I read the stories about what took place in the wars.  I was even obsessed with watching the British TV miniseries such as Foyles War, Land Girls that were set during WWII.  I can’t even tell you how many movies I’ve seen.  You could say that I had an idea of what went on, even though these were fiction.

Back in September Hubby and I went to the UK for his book launch and also to attend a conference.  We took some days to sightsee, as this was my first time there.  We went to the typical tourist places such as The British Museum,  London Tower, Buckingham Palace, the London Eye etc.  But we also went to the War Museum, something that I normally wouldn’t put on my list.


When I first entered into the museum I saw a WWI spitfire plane.  I was finally able to see in real life the plane that my Hubby wrote in one of his fiction books.  I could understand the flimsiness that these brave pilots had to fly.  I was in awe.

As we walked through the museum we saw tanks, submarines, missiles.  I could feel my chest getting tight.  I tried to imagine what it would be like to have these huge death enhancing things approaching me.  I just couldn’t.  All I felt was fear.

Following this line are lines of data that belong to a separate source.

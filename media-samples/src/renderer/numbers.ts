/** Small arithmetic the pictures are drawn with. All lengths are centimetres, all angles radians. */

export const clamp = (x: number, low = 0, high = 1): number => (x < low ? low : x > high ? high : x);

export const mix = (a: number, b: number, t: number): number => a + (b - a) * t;

/** A smooth step: 0 before `from`, 1 after `to` (`from` may be the larger, which turns the step round). */
export function ease(from: number, to: number, x: number): number {
  const t = clamp((x - from) / (to - from));
  return t * t * (3 - 2 * t);
}

/** A bell of height 1 at `centre`; at `width` away it has fallen to 1/e. */
export const bell = (x: number, centre: number, width: number): number =>
  Math.exp(-((x - centre) * (x - centre)) / (width * width));

/** Slopes for a monotone cubic (Fritsch and Carlson, 1980): the curve never overshoots its own points. */
function slopesOf(xs: readonly number[], ys: readonly number[]): number[] {
  const last = xs.length - 1;
  const rises = Array.from({ length: last }, (_, i) => (ys[i + 1]! - ys[i]!) / (xs[i + 1]! - xs[i]!));
  return xs.map((_, i) => {
    if (i === 0) return rises[0]!;
    if (i === last) return rises[last - 1]!;
    const before = rises[i - 1]!;
    const after = rises[i]!;
    if (before * after <= 0) return 0;
    const limit = 3 * Math.min(Math.abs(before), Math.abs(after));
    const mean = (before + after) / 2;
    return Math.abs(mean) > limit ? Math.sign(mean) * limit : mean;
  });
}

/** A smooth curve through [x, y] points in rising x; level beyond both ends. */
export function curve(points: readonly (readonly [number, number])[]): (x: number) => number {
  const xs = points.map(([x]) => x);
  const ys = points.map(([, y]) => y);
  const slopes = slopesOf(xs, ys);
  const last = xs.length - 1;
  return (x) => {
    if (x <= xs[0]!) return ys[0]!;
    if (x >= xs[last]!) return ys[last]!;
    let i = 0;
    while (x > xs[i + 1]!) i++;
    const h = xs[i + 1]! - xs[i]!;
    const t = (x - xs[i]!) / h;
    const rest = 1 - t;
    return (
      rest * rest * ((1 + 2 * t) * ys[i]! + t * h * slopes[i]!) +
      t * t * ((3 - 2 * t) * ys[i + 1]! - rest * h * slopes[i + 1]!)
    );
  };
}

/** The same through evenly spaced values over 0–1. */
export const evenCurve = (values: readonly number[]): ((t: number) => number) =>
  curve(values.map((value, i) => [i / (values.length - 1), value] as const));
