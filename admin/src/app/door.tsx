import { useQuery } from '@tanstack/react-query';
import { Navigate, Outlet, useLocation } from 'react-router-dom';
import { Failed, Waiting } from '../components/ui/states.js';
import { paths } from '../config/paths.js';
import { useAttendant } from './attendant.js';
import { sessionQuery } from '../features/sign-in/api/session.js';
import { SignInAgain } from '../features/sign-in/components/sign-in-again.js';
import { SessionContext } from '../lib/session.js';

/** Lets in whoever is signed in; sends everybody else to sign in, and remembers where they were going. */
export function Door() {
  const session = useQuery(sessionQuery);
  const { pathname, search } = useLocation();
  useAttendant(session.data?.user.id ?? null);
  if (session.isPending) {
    return (
      <main className="mx-auto max-w-page p-6">
        <h1 className="sr-only">Ellwand Workroom</h1>
        <Waiting label="Opening the Workroom" />
      </main>
    );
  }
  if (session.isError) {
    return (
      <main className="mx-auto max-w-page p-6">
        <h1 className="title mb-4 text-title-34">Ellwand Workroom</h1>
        <Failed error={session.error} onRetry={() => void session.refetch()} />
      </main>
    );
  }
  if (!session.data) return <Navigate to={paths.signIn(pathname + search)} replace />;
  return (
    <SessionContext value={session.data}>
      <Outlet />
      <SignInAgain session={session.data} />
    </SessionContext>
  );
}
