import { useSyncExternalStore } from 'react';
import { Link } from 'react-router-dom';
import { paths } from '../config/paths.js';
import { useOffline, useReachable } from '../offline/context.js';

/** Shown while something waits to be sent or the server is silent; else there is nothing to say. */
export function TrayLink() {
  const { outbox } = useOffline();
  const { operations } = useSyncExternalStore(outbox.subscribe, outbox.snapshot);
  const reachable = useReachable();
  if (operations.length === 0 && reachable) return null;
  const decisions = operations.filter(({ state }) => state === 'decision').length;
  const look = decisions > 0 ? 'bg-madder-tint text-madder' : 'bg-weld-tint text-weld-text';
  return (
    <Link
      to={paths.tray()}
      className={`figures inline-flex min-h-8 items-center rounded-sm px-3 text-table font-medium whitespace-nowrap ${look}`}
    >
      {operations.length > 0 ? `${operations.length} not yet sent` : 'Not connected'}
    </Link>
  );
}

We visited the WWI & WWII displays.  There we saw the posters that were sent to Canada and Australia to recruit men to help in the cause.  We saw what the Women’s Land Army did to contribute to the war efforts and how women worked in munitions factories.  We also saw how the men were suited to go to war.  They had practically nothing to protect them from the elements!


There were displays of letters written home by the men, where they pleaded to be saved or killed, as they saw death to be a better option than where they were.  The death and destruction was overwhelming.

I tried to make my way out, but had to go through a make-believe trench.  It was extremely realistic and I could feel the fear growing inside of me.  I knew I was safe, that it wasn’t real.  I could not help wonder what the poor men had to face every day while at war.

At the end of the trench there were props where you could wear army attire.  I usually jump at the chance to play dress up.  However, as I picked up the jack and hat, I had to place it back down onto the counter.  This wasn’t a time to play around; this wasn’t something to have fun with.  There were many men who had bullets go through those very same helmets and jackets.  This was a time to remember and honour and pay homage to them.

I walked out of the museum with a heavy heart.  I couldn’t wrap my head around how something so evil and destructive could take place. As much as I tried I could not understand why someone would want to go to war.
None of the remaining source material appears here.